Zengezur Koridoru “Trump Rotası” oluyor, bölgesel dengeler değişiyor
Güney Kafkasya’da yıllardır çözülemeyen düğüm, Washington’da atılan imzalarla çözülmeye yaklaştı. ABD Başkanı Donald Trump’ın ev sahipliğinde Azerbaycan Cumhurbaşkanı İlham Aliyev ile Ermenistan Başbakanı Nikol Paşinyan, tarihi bir barış anlaşmasına paraf koydu. Trump, bu anı “Ermenistan, Azerbaycan, ABD ve tüm dünya için tarihi bir gün” sözleriyle duyurdu.

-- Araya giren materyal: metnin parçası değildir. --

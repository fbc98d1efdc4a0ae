/**
 * `planChip`: the whole planner on one chip, stage by stage (internal units):
 *
 *   1. context      transmons, tabulated spectra, neighbourhoods (./context.ts)
 *   2. parking      frequency groups, seeded search, exact check, explanations (./parking/assign.ts)
 *   3. interaction  mover, crossing, destination, path, spectator parking per edge (./interaction/plan-edge.ts)
 *   4. layers       conflict graph of the gates, coloured (./layers.ts)
 *   5. crowding     margins in MHz and fabrication spreads, usable windows, crowded bands (./crowding.ts)
 *
 * and, with a gate designer (./gate-seam.ts), `designPulses` (./pulses.ts) adds a CZ design per edge.
 * Findings: `violations` (rules broken: `fluxlane check` and `plan` exit 1) and `flags` (margins).
 * Same layout and options (seed) -> same plan, bit for bit.
 */
import type { ChipLayout } from '../layout/types.js';
import type { ChipGraph } from '../chip/graph.js';
import { NO_PROFILE, type StageProfiler } from '../util/profile.js';
import { buildPlanContext, type ContextOptions, type PlanContext } from './context.js';
import { calibratedZzScale, crowding, type Crowding } from './crowding.js';
import { exactQubitState, type ExactQubitState } from './exact-state.js';
import { parkingOf, planEdge, type EdgePlan } from './interaction/plan-edge.js';
import { type LayerPlan } from './layers.js';
import { fitMovesToLayers } from './layer-moves.js';
import { planOptions, type PlanOptions, type PlanOptionsInput } from './options.js';
import { assignParking, type ParkingResult } from './parking/assign.js';
import { repairInfeasibleEdges } from './interaction/repair.js';
import { evaluateIdle } from './rules/idle-evaluate.js';
import type { Explanation } from './parking/explain.js';
import { COLLISION_RULES } from './rules/catalogue.js';
import { sortFindings, type Finding } from './rules/findings.js';
import type { GateDesign } from './gate-seam.js';
import { budgetFindings, planBudget, type EstimateMemo, type PlanBudget } from './plan-budget.js';

export interface PlannedGate {
  design: GateDesign;
  /** Findings on the designed gate (destination and waveform sweep), replacing the plan's estimate. */
  findings: Finding[];
  /** The conditional phase the design aimed at (rad; default pi). */
  targetPhase?: number;
}

export interface ChipPlan {
  ctx: PlanContext;
  options: PlanOptions;
  parking: ParkingResult;
  /** Exact state of every qubit at its parking frequency. */
  states: ExactQubitState[];
  edges: EdgePlan[];
  layers: LayerPlan;
  crowding: Crowding;
  /** Per edge (by edge index), when pulses were designed. */
  gates: (PlannedGate | null)[] | null;
  /** Gate budgets, idle budgets and the reference cycle (./plan-budget.ts). */
  budget: PlanBudget;
  violations: Finding[];
  flags: Finding[];
  explanations: Explanation[];
}

export interface PlanHooks {
  profiler?: StageProfiler;
  /** Progress of a stage: called with (stage, done, total). */
  progress?: (stage: string, done: number, total: number) => void;
  /** Transmons and spectrum tables given by the caller (src/yield re-plans drawn chips with them). */
  context?: Pick<ContextOptions, 'transmons' | 'tableFor'>;
  /**
   * false: the layers' kind-by-kind explanation (LayerPlan.explanation) is left out, its counts
   * NaN (`fluxlane check` does not report it; every other part of the plan is the same).
   */
  layerExplanation?: boolean;
}

export function planChip(layout: ChipLayout, input: PlanOptionsInput = {}, hooks: PlanHooks = {}, graph?: ChipGraph): ChipPlan {
  const options = planOptions(input);
  const profiler = hooks.profiler ?? NO_PROFILE;
  const n = layout.qubits.length;
  let tabulated = 0;
  const ctx = profiler.time('spectra', () =>
    buildPlanContext(layout, { table: options.table, onQubit: () => hooks.progress?.('spectra', ++tabulated, n), ...hooks.context }, graph),
  );
  const parking = profiler.time('parking', () => assignParking(ctx, options));
  hooks.progress?.('parking', 1, 1);
  const states = parking.idle.states.map((s, i) => s ?? fallbackState(ctx, i, parking.parkingGHz[i]));
  const blockersView = parking.state.blockers;
  let done = 0;
  // (the states do not change while the edges are planned: their parking list is made once)
  const planning = { ctx, options, blockers: blockersView, states, parking: parkingOf(states) };
  const edges = profiler.time('interaction', () =>
    ctx.edges.map((e) => {
      const plan = planEdge(planning, e.index);
      hooks.progress?.('interaction', ++done, ctx.edges.length);
      return plan;
    }),
  );
  const repair = profiler.time('repair', () => repairInfeasibleEdges({ ctx, options, blockers: blockersView, states }, parking.state, states, edges));
  if (repair.moves > 0) {
    // The parking changed: evaluate the idle rules again, exactly.
    parking.parkingGHz = Float64Array.from(parking.state.freq);
    parking.idle = evaluateIdle(ctx, parking.parkingGHz);
    parking.explanations = parking.idle.violations.length > 0 ? parking.explanations : [];
    profiler.time('interaction', () => repair.touched.forEach((k) => (edges[k] = planEdge({ ctx, options, blockers: blockersView, states }, k))));
  }
  parking.stats.repairTrials = repair.trials;
  parking.stats.repairMoves = repair.moves;
  const parkingF12 = states.map((s) => s.f12GHz);
  const ec = { ctx, options, blockers: blockersView, states, parking: parkingOf(states) };
  // (the states stay as they are from here on: the fitting's candidates and the plan's own budget
  // share the estimates of the plan objects they have in common)
  const estimates: EstimateMemo = new WeakMap();
  const cycleError = (list: readonly EdgePlan[], layers: LayerPlan) =>
    planBudget({ ctx, options, parking, states, edges: [...list], layers, gates: null }, estimates).cycle.error;
  const fit = profiler.time('layers', () => fitMovesToLayers(ec, edges, parkingF12, parking.parkingGHz, cycleError, hooks.layerExplanation !== false));
  edges.splice(0, edges.length, ...fit.edges);
  const layers = fit.layers;
  parking.stats.layerFitting = fit.fitting;
  const crowd = profiler.time('crowding', () => crowding(ctx, parking.parkingGHz, states, calibratedZzScale(ctx, parking.parkingGHz, parking.idle.zzGHz), edges));
  const plan: ChipPlan = {
    ctx, options, parking, states, edges, layers, crowding: crowd, gates: null, violations: [], flags: [], explanations: parking.explanations,
    budget: { gates: [], slotsNs: [], cycle: { durationNs: 0, layerNs: [], gates: 0, idles: 0, error: 0, qubits: [], uncounted: 0 } },
  };
  plan.budget = profiler.time('budget', () => planBudget(plan, estimates));
  collectFindings(plan);
  plan.explanations = [...parking.explanations, ...edgeExplanations(plan)];
  return plan;
}

/**
 * One explanation per edge that cannot be run cleanly: no option clears it (its reason names
 * what each option ran into), or its designed gate breaks a rule.
 */
export function edgeExplanations(plan: ChipPlan): Explanation[] {
  const { ctx } = plan;
  const out: Explanation[] = [];
  plan.edges.forEach((e, k) => {
    const key = ctx.edges[e.edge].key;
    const gate = plan.gates?.[k];
    const findings = gate ? gate.findings : e.findings;
    if (findings.length === 0) return;
    const qubits = [...new Set([ctx.ids[e.mover], ctx.ids[e.partner], ...findings.flatMap((f) => f.qubits)])];
    const rules = [...new Set(findings.map((f) => f.rule))];
    const message = gate && e.findings.length === 0
      ? `${key}: the designed CZ (${gate.design.family}) breaks ${rules.join(', ')}: ${findings[0].message}`
      : `${key}: ${e.reason}`;
    out.push({ kind: 'edge', qubits, rules, message, lines: findings.map((f) => f.message) });
  });
  return out;
}

/** Recompute `violations` and `flags` from the stages (after pulses replace an edge's findings). */
export function collectFindings(plan: ChipPlan): void {
  const order = COLLISION_RULES.map((r) => r.name);
  const violations: Finding[] = [...plan.parking.idle.violations];
  plan.edges.forEach((e, k) => {
    const gate = plan.gates?.[k];
    for (const f of gate ? gate.findings : e.findings) violations.push(stripBlame(f));
  });
  violations.push(...budgetFindings(plan.ctx, plan.edges, plan.states, plan.budget));
  plan.violations = sortFindings(violations, order);
  plan.flags = sortFindings([...plan.crowding.flags], order);
}

function stripBlame(f: Finding & { blame?: number }): Finding {
  const { blame: _blame, ...rest } = f;
  return rest;
}

/** A state for a qubit whose parking lies outside its tunable range (clamped; it carries a window violation). */
function fallbackState(ctx: PlanContext, i: number, f: number): ExactQubitState {
  const t = ctx.transmons[i];
  return exactQubitState(t, Math.min(t.fMaxGHz, Math.max(t.fMinGHz, f)), ctx.rules.resistanceSpread);
}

Zirvenin en dikkat çekici başlığı ise yıllardır tartışma konusu olan Zengezur Koridoru oldu. Reuters’ın aktardığına göre, koridor “Uluslararası Barış ve Refah için Trump Rotası” (TRIPP) adıyla ABD’nin münhasır işletme hakkına devredilecek. Ermeni yasaları çerçevesinde işletilecek olan hat, ABD tarafından özel konsorsiyumlara ihale edilebilecek.
Moskova ve Tahran’a “stratejik darbe”
Uluslararası Kriz Grubu Türkiye Direktörü Nigar Göksel, projenin Rusya ve İran için “ağır bir jeopolitik kayıp” anlamına geldiğini belirtiyor. Çünkü bu hat, İran ile Rusya arasındaki kara bağlantısında kritik bir rol oynuyor. ABD’nin kontrolü, Tahran açısından “etrafı çevrilme” hissini güçlendirecek ve İsrail’in bölgede istihbarat faaliyetleri yürütebileceği endişesini doğuracak.

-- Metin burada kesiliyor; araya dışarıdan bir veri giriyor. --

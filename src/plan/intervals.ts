/**
 * Closed frequency intervals [lo, hi] (GHz) and the set operations the planner needs: a qubit's
 * allowed parking set is its domain minus the union of the intervals its neighbours block, and an
 * infeasible window is explained by the fewest blocking intervals that still cover it (greedy
 * interval cover, optimal for intervals on a line: Cormen et al., "Introduction to Algorithms",
 * activity-selection style greedy; common practice).
 */

export interface Interval {
  lo: number;
  hi: number;
}

/** Sorted, non-overlapping union of intervals (empty ones, lo > hi, are dropped). */
export function unionOf(intervals: readonly Interval[]): Interval[] {
  // (the given intervals are sorted as they are, and only the union's intervals are new objects:
  // the parking search asks for the union of some 25 blocked intervals per qubit tens of
  // thousands of times)
  const list = intervals.filter((i) => i.lo <= i.hi);
  list.sort((a, b) => a.lo - b.lo || a.hi - b.hi);
  const out: Interval[] = [];
  for (const i of list) {
    const last = out[out.length - 1];
    if (last && i.lo <= last.hi) last.hi = Math.max(last.hi, i.hi);
    else out.push({ lo: i.lo, hi: i.hi });
  }
  return out;
}

/**
 * `domain` minus the union of `blocked` (open blocked intervals: a point exactly on a blocked
 * interval's edge stays allowed). Result sorted; single points are kept as [x, x].
 */
export function subtract(domain: Interval, blocked: readonly Interval[]): Interval[] {
  const out: Interval[] = [];
  let cursor = domain.lo;
  for (const b of unionOf(blocked)) {
    if (b.hi < cursor) continue;
    if (b.lo > domain.hi) break;
    if (b.lo >= cursor) out.push({ lo: cursor, hi: Math.min(b.lo, domain.hi) });
    cursor = Math.max(cursor, b.hi);
    if (cursor > domain.hi) break;
  }
  if (cursor <= domain.hi) out.push({ lo: cursor, hi: domain.hi });
  return out.filter((i) => i.lo <= i.hi);
}

/** Total length of the union of `intervals` inside `domain`. */
export function coveredLength(domain: Interval, intervals: readonly Interval[]): number {
  let total = 0;
  for (const i of unionOf(intervals)) {
    const lo = Math.max(i.lo, domain.lo);
    const hi = Math.min(i.hi, domain.hi);
    if (hi > lo) total += hi - lo;
  }
  return total;
}

/** True when x lies strictly inside [lo, hi]. */
export function strictlyInside(x: number, i: Interval): boolean {
  return x > i.lo && x < i.hi;
}

/**
 * Signed distance from x to the interval: positive outside (distance to the nearer edge),
 * negative inside (minus the distance to the nearer edge), zero on an edge.
 */
export function signedDistance(x: number, i: Interval): number {
  if (x <= i.lo) return i.lo - x;
  if (x >= i.hi) return x - i.hi;
  return -Math.min(x - i.lo, i.hi - x);
}

/**
 * The fewest of `intervals` whose union covers `domain` (greedy: from the left edge, always take
 * the interval reaching furthest right among those that start at or before the covered point).
 * Returns the indices into `intervals`, or null when they do not cover the domain.
 */
export function minimalCover(domain: Interval, intervals: readonly Interval[]): number[] | null {
  const order = intervals.map((_, k) => k).sort((a, b) => intervals[a].lo - intervals[b].lo || a - b);
  const chosen: number[] = [];
  let covered = domain.lo;
  let k = 0;
  let first = true;
  while (first || covered < domain.hi) {
    first = false;
    let best = -1;
    let reach = covered;
    while (k < order.length && intervals[order[k]].lo <= covered) {
      const i = intervals[order[k]];
      if (i.hi > reach || (best < 0 && i.hi >= reach)) {
        reach = i.hi;
        best = order[k];
      }
      k++;
    }
    if (best < 0) return null;
    chosen.push(best);
    if (reach <= covered && covered < domain.hi) return null;
    covered = reach;
  }
  return chosen;
}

Göksel’e göre Moskova ve Tahran, hibrit yöntemlerle bu hamleye yanıt verebilir. Bu da bölgesel istikrara yönelik yeni riskler yaratabilir.
Türkiye nasıl bakıyor?
Göksel, Ankara’nın bakış açısında iki kritik boyut olduğunu ifade ediyor:
Bölgesel sahiplenme ilkesi: Türkiye, bölgeden uzak bir ülkenin projeyi devralmasını kendi dış politika prensipleriyle uyumlu görmeyebilir.

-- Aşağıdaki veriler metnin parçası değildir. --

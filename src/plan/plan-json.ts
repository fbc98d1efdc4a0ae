/**
 * The plan as data for the lab: plan.json (SI units: Hz, s, rad; flux in Phi0; schema in
 * shared/plan.schema.json and the README), the gate table (CSV, one row per edge, and the same
 * rows as a text table), and the per-edge waveform files (time_ns,flux: the CSV the simulator
 * reads, src/sim/trajectory.ts). Everything is built from the ChipPlan in a fixed order, so the
 * same plan gives the same bytes.
 */
import { formatTrajectoryCsv } from '../sim/trajectory.js';
import type { ChipPlan } from './plan.js';
import { ghz, mhz, khz, ns, plain, toHz, toSeconds } from './format.js';
import { toFindingJson } from './rules/findings.js';
import type { GateDesign } from './gate-seam.js';
import { bandText } from './crowding.js';
import { idRecord } from '../util/own.js';

export const PLAN_FORMAT = 'fluxlane-plan';
export const PLAN_VERSION = 1;

const nullable = (x: number, f: (v: number) => number) => (Number.isFinite(x) ? f(x) : null);

/** Waveform file of an edge, relative to the plan's folder. */
export function waveformPath(edgeKey: string): string {
  return `waveforms/${edgeKey}.csv`;
}

/** NaN and infinite numbers become null (JSON has no NaN; a design that failed has none). */
function nanToNull(x: unknown): unknown {
  if (typeof x === 'number') return Number.isFinite(x) ? x : null;
  if (Array.isArray(x)) return x.map(nanToNull);
  if (x && typeof x === 'object' && !(x instanceof Float64Array)) return Object.fromEntries(Object.entries(x).map(([k, v]) => [k, nanToNull(v)]));
  return x;
}

/** `fluxlane gate`'s JSON fields (SI) for a design. */
export function gateJson(edge: [string, string], d: GateDesign, waveform: string | null): Record<string, unknown> {
  const out: Record<string, unknown> = nanToNull({
    edge,
    mover: d.mover,
    family: d.family,
    rampTime: toSeconds(d.rampNs),
    holdTime: toSeconds(d.holdNs),
    duration: toSeconds(d.durationNs),
    interactionFrequency: toHz(d.interactionFrequencyGHz),
    crossingOffset: toHz(d.crossingOffsetGHz),
    conditionalPhase: plain(d.conditionalPhase),
    leakage: plain(d.leakage),
    fidelity: plain(d.fidelity),
    fidelityNoisy: d.fidelityNoisy === undefined ? null : plain(d.fidelityNoisy),
    fidelityNoisyMethod: d.fidelityNoisyMethod ?? null,
    virtualZ: { a: plain(d.virtualZ.a), b: plain(d.virtualZ.b) },
    speedLimit: toSeconds(d.speedLimitNs),
    untuned: { conditionalPhase: plain(d.untuned.conditionalPhase), leakage: plain(d.untuned.leakage), fidelity: plain(d.untuned.fidelity) },
    feasible: d.feasible,
  }) as Record<string, unknown>;
  if (d.decoherenceEstimate !== undefined) out.decoherenceEstimate = plain(d.decoherenceEstimate);
  if (Number.isFinite(d.crossingFrequencyGHz)) out.exactCrossingFrequency = toHz(d.crossingFrequencyGHz);
  if (Number.isFinite(d.gapGHz)) out.gap = toHz(d.gapGHz);
  if (d.reason !== undefined) out.reason = d.reason;
  if (waveform !== null) out.waveform = waveform;
  if (d.targetPhase !== undefined) out.targetPhase = plain(d.targetPhase);
  if (d.simulatedSpectators && d.simulatedSpectators.length > 0) out.simulatedSpectators = d.simulatedSpectators.map((s) => ({ qubit: s.qubit, flux: s.flux }));
  return out;
}

export function planJson(plan: ChipPlan, meta: { file: string; seed: number; pulses: boolean }): Record<string, unknown> {
  const { ctx } = plan;
  const id = ctx.ids;
  const qubits = idRecord<unknown>();
  ctx.ids.forEach((q, i) => {
    const s = plan.states[i];
    const c = plan.crowding.qubits[i];
    const d = ctx.domains[i];
    qubits[q] = {
      parkingFrequency: toHz(plan.parking.parkingGHz[i]),
      parkingFlux: plain(s.flux),
      f12: toHz(s.f12GHz),
      anharmonicity: toHz(s.anharmonicityGHz),
      margin: nullable(c.marginGHz, toHz),
      marginSpreads: nullable(c.marginSpreads, plain),
      idleMargin: nullable(c.idleMarginGHz, toHz),
      czMargin: nullable(c.czMarginGHz, toHz),
      nearest: c.nearest,
      fabricationSpread: toHz(s.sigmaGHz),
      usableFraction: plain(c.usableFraction),
      group: plan.parking.groups[i],
      fixed: ctx.fixed[i] !== undefined,
      window: d ? [toHz(d.lo), toHz(d.hi)] : null,
      range: [toHz(ctx.ranges[i].lo), toHz(ctx.ranges[i].hi)],
      t1: toSeconds(s.t1Ns),
      tphi: nullable(s.tphiNs, toSeconds),
      t2: nullable(s.t2Ns, toSeconds),
    };
  });
  const edges = plan.edges.map((e, k) => {
    const edge = ctx.edges[e.edge];
    const gate = plan.gates?.[k] ?? null;
    const designed = gate?.design;
    const spectatorParking = idRecord<number>();
    const spectatorParkingFlux = idRecord<number>();
    for (const p of e.parked) {
      spectatorParking[id[p.qubit]] = toHz(p.fGHz);
      spectatorParkingFlux[id[p.qubit]] = plain(p.flux);
    }
    return {
      qubits: [id[edge.a], id[edge.b]],
      mover: id[e.mover],
      partner: id[e.partner],
      crossing: e.crossing,
      interactionFrequency: nullable(e.interactionGHz, toHz),
      crossingFrequency: nullable(e.crossingGHz, toHz),
      moverInteractionFlux: nullable(e.moverInteractionFlux, plain),
      crossingCoupling: nullable(e.crossingCouplingGHz, toHz),
      g: nullable(e.gAtInteractionGHz, toHz),
      speedLimit: nullable(e.speedLimitNs, toSeconds),
      duration: nullable(designed ? designed.durationNs + (e.parked.length > 0 ? 2 * e.rampNs : 0) : e.durationNs, toSeconds),
      rampTime: toSeconds(e.rampNs),
      spectatorParking,
      spectatorParkingFlux,
      layer: plan.layers.layerOf[k],
      zz: toHz(plan.parking.idle.zzGHz[e.edge]),
      feasible: (gate ? gate.findings : e.findings).length === 0,
      reason: e.reason,
      sweptCrossings: e.swept.map((c) => ({
        rule: c.rule,
        moving: id[c.moving],
        other: c.other >= 0 ? id[c.other] : null,
        at: toHz(c.atGHz),
        coupling: toHz(c.couplingGHz),
        rate: plain(c.rateGHzPerNs * 1e18),
        transfer: plain(c.transfer),
      })),
      options: e.options.map((o) => ({
        mover: id[o.mover],
        crossing: o.crossing,
        feasible: o.feasible,
        estimatedError: Number.isFinite(o.score) ? plain(o.score) : null,
        interactionFrequency: o.interactionGHz === null ? null : toHz(o.interactionGHz),
        note: o.note,
      })),
      gate: designed ? gateJson([id[edge.a], id[edge.b]], designed, designed.waveform.timeNs.length > 0 ? waveformPath(edge.key) : null) : null,
    };
  });
  const layers = plan.layers.layers.map((list, index) => ({ index, edges: list.map((k) => [id[ctx.edges[k].a], id[ctx.edges[k].b]]) }));
  return {
    format: PLAN_FORMAT,
    version: PLAN_VERSION,
    chip: ctx.layout.chip,
    layout: meta.file,
    seed: meta.seed,
    ok: plan.violations.length === 0,
    pulses: meta.pulses,
    note: 'Model estimates: verify every frequency, pulse and fidelity on the hardware and respect the flux-line current limits of your wiring.',
    qubits,
    edges,
    layers,
    layerSummary: { count: plan.layers.layers.length, lowerBound: plan.layers.lowerBound, conflicts: plan.layers.conflicts },
    crowding: {
      bands: plan.crowding.bands.map((b) => ({ from: toHz(b.loGHz), to: toHz(b.hiGHz), qubits: b.qubits, flagged: b.flagged })),
    },
    violations: plan.violations.map(toFindingJson),
    flags: plan.flags.map(toFindingJson),
    explanations: plan.explanations,
    search: plan.parking.stats,
  };
}

const CSV_HEADER = [
  'edge', 'mover', 'partner', 'crossing', 'interaction_frequency_hz', 'layer', 'spectator_parking', 'zz_hz', 'ramp_time_s', 'duration_s',
  'family', 'hold_time_s', 'conditional_phase_rad', 'leakage', 'fidelity', 'fidelity_noisy', 'virtual_z_a_rad', 'virtual_z_b_rad', 'feasible',
];

/** The gate table: one CSV row per edge. */
export function gateTableCsv(json: Record<string, unknown>): string {
  const edges = json.edges as Record<string, any>[];
  const rows = [CSV_HEADER.join(',')];
  for (const e of edges) {
    const g = e.gate as Record<string, any> | null;
    const parking = Object.entries(e.spectatorParking as Record<string, number>).map(([q, f]) => `${q}@${f}`).join(' ');
    const cells = [
      (e.qubits as string[]).join('-'), e.mover, e.partner, e.crossing, e.interactionFrequency ?? '', e.layer, parking, e.zz, e.rampTime, e.duration ?? '',
      g?.family ?? '', g?.holdTime ?? '', g?.conditionalPhase ?? '', g?.leakage ?? '', g?.fidelity ?? '', g?.fidelityNoisy ?? '', g?.virtualZ?.a ?? '', g?.virtualZ?.b ?? '', e.feasible,
    ];
    rows.push(cells.map(csvCell).join(','));
  }
  return rows.join('\n') + '\n';
}

function csvCell(v: unknown): string {
  const s = v === null || v === undefined ? '' : String(v);
  return /[",\n]/.test(s) ? `"${s.replace(/"/g, '""')}"` : s;
}

/** The gate table for people (units printed). */
export function gateTableText(plan: ChipPlan): string {
  const { ctx } = plan;
  const id = ctx.ids;
  const head = ['edge', 'mover', 'crossing', 'interaction', 'layer', 'spectators parked', 'ZZ idle', 'ramp', 'duration', 'family', 'fidelity', 'noisy', 'ok'];
  const rows: string[][] = plan.edges.map((e, k) => {
    const gate = plan.gates?.[k] ?? null;
    const d = gate?.design;
    const dest = e.interactionGHz;
    const ok = (gate ? gate.findings : e.findings).length === 0;
    return [
      ctx.edges[e.edge].key,
      id[e.mover],
      e.crossing,
      Number.isFinite(dest) ? ghz(dest, 4) : '-',
      String(plan.layers.layerOf[k]),
      e.parked.length > 0 ? e.parked.map((p) => `${id[p.qubit]}@${ghz(p.fGHz)}`).join(' ') : '-',
      khz(plan.parking.idle.zzGHz[e.edge]),
      ns(d && Number.isFinite(d.rampNs) ? d.rampNs : e.rampNs),
      Number.isFinite(d ? d.durationNs : e.durationNs) ? ns(d ? d.durationNs : e.durationNs) : '-',
      d ? d.family : '-',
      d && Number.isFinite(d.fidelity) ? d.fidelity.toFixed(5) : '-',
      d && d.fidelityNoisy !== undefined && Number.isFinite(d.fidelityNoisy) ? d.fidelityNoisy.toFixed(5) : '-',
      ok ? 'yes' : 'NO',
    ];
  });
  const widths = head.map((h, c) => Math.max(h.length, ...rows.map((r) => r[c].length)));
  const line = (r: string[]) => r.map((x, c) => x.padEnd(widths[c])).join('  ').trimEnd();
  return [line(head), line(widths.map((w) => '-'.repeat(w))), ...rows.map(line)].join('\n') + '\n';
}

/** The human summary of a plan. */
export function planText(plan: ChipPlan, file: string): string {
  const { ctx } = plan;
  const lines: string[] = [];
  lines.push(`${ctx.layout.chip} (${file}): ${ctx.n} qubits, ${ctx.edges.length} couplings`);
  lines.push('parking:');
  ctx.ids.forEach((q, i) => {
    const s = plan.states[i];
    const c = plan.crowding.qubits[i];
    const margin = Number.isFinite(c.marginGHz) ? `margin ${mhz(c.marginGHz)} (${c.marginSpreads.toFixed(1)} spreads)` : 'margin -';
    lines.push(`  ${q.padEnd(6)} ${ghz(plan.parking.parkingGHz[i], 4)}  flux ${s.flux.toFixed(4)}  f12 ${ghz(s.f12GHz)}  ${margin}${ctx.fixed[i] !== undefined ? '  (fixed)' : ''}`);
  });
  lines.push('gates:');
  for (const row of gateTableText(plan).trimEnd().split('\n')) lines.push(`  ${row}`);
  lines.push(`layers: ${plan.layers.layers.length} (lower bound ${plan.layers.lowerBound}, the largest degree)`);
  plan.layers.layers.forEach((list, k) => lines.push(`  ${k}: ${list.map((e) => ctx.edges[e].key).join(' ')}`));
  for (const b of plan.crowding.bands) lines.push(`crowded band ${bandText(b)}`);
  for (const x of plan.explanations) lines.push(`${x.kind === 'parking' ? 'cannot park' : 'cannot plan CZ'}: ${x.message}`);
  for (const v of plan.violations) lines.push(`violation [${v.rule}] ${v.qubits.join(', ')}: ${v.message}`);
  for (const f of plan.flags) lines.push(`flag [${f.rule}] ${f.qubits.join(', ')}: ${f.message}`);
  lines.push(
    plan.violations.length === 0
      ? `ok: every rule holds; ${plan.flags.length} flag(s). Model estimates: verify on hardware, respect flux-line current limits.`
      : `FAILED: ${plan.violations.length} violation(s), ${plan.flags.length} flag(s). Model estimates: verify on hardware.`,
  );
  return lines.join('\n');
}

/** Waveform files of the designed gates. */
export function waveformFiles(plan: ChipPlan, dir: string): { path: string; contents: string }[] {
  const out: { path: string; contents: string }[] = [];
  plan.gates?.forEach((g, k) => {
    if (!g || g.design.waveform.timeNs.length === 0) return;
    const key = plan.ctx.edges[plan.edges[k].edge].key;
    out.push({ path: `${dir}/${waveformPath(key)}`, contents: formatTrajectoryCsv({ timeNs: g.design.waveform.timeNs, flux: g.design.waveform.flux }) });
  });
  return out;
}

Karşılaştırmalı tercih: Ankara, projenin Rusya kontrolünde olacağı bir senaryoya göre ABD’nin devrede olduğu modeli daha olumlu değerlendirebilir.
Dışişleri Bakanı Hakan Fidan’ın geçtiğimiz haftalarda yaptığı “Hegemon gelir raconunu keser” çıkışı doğrudan bu proje için olmasa da, ABD’nin Suriye Özel Temsilcisi Tom Barrack’ın “tarafsız yaklaşımı” vurgusu, Türkiye’nin sürece temkinli ama ilgiyle yaklaştığını gösteriyor.
Neden şimdi?
Göksel, hattın açılmasının “acil” olduğunu vurguluyor: İran’ın zayıf, Rusya’nın ise Ukrayna’ya yoğunlaşmış olduğu bu dönemde adım atmak, iki ülkenin ileride müdahil olma riskini minimize ediyor.
Aliyev’in süreçteki stratejisine dikkat çeken Göksel, “Azerbaycan lideri, Suriye’de de görünür hale gelerek Trump’ın ilgisini çekti. İsrail’le kurduğu ilişkileri de kullanarak Washington’un bölgeye odaklanmasını sağladı” değerlendirmesini yapıyor.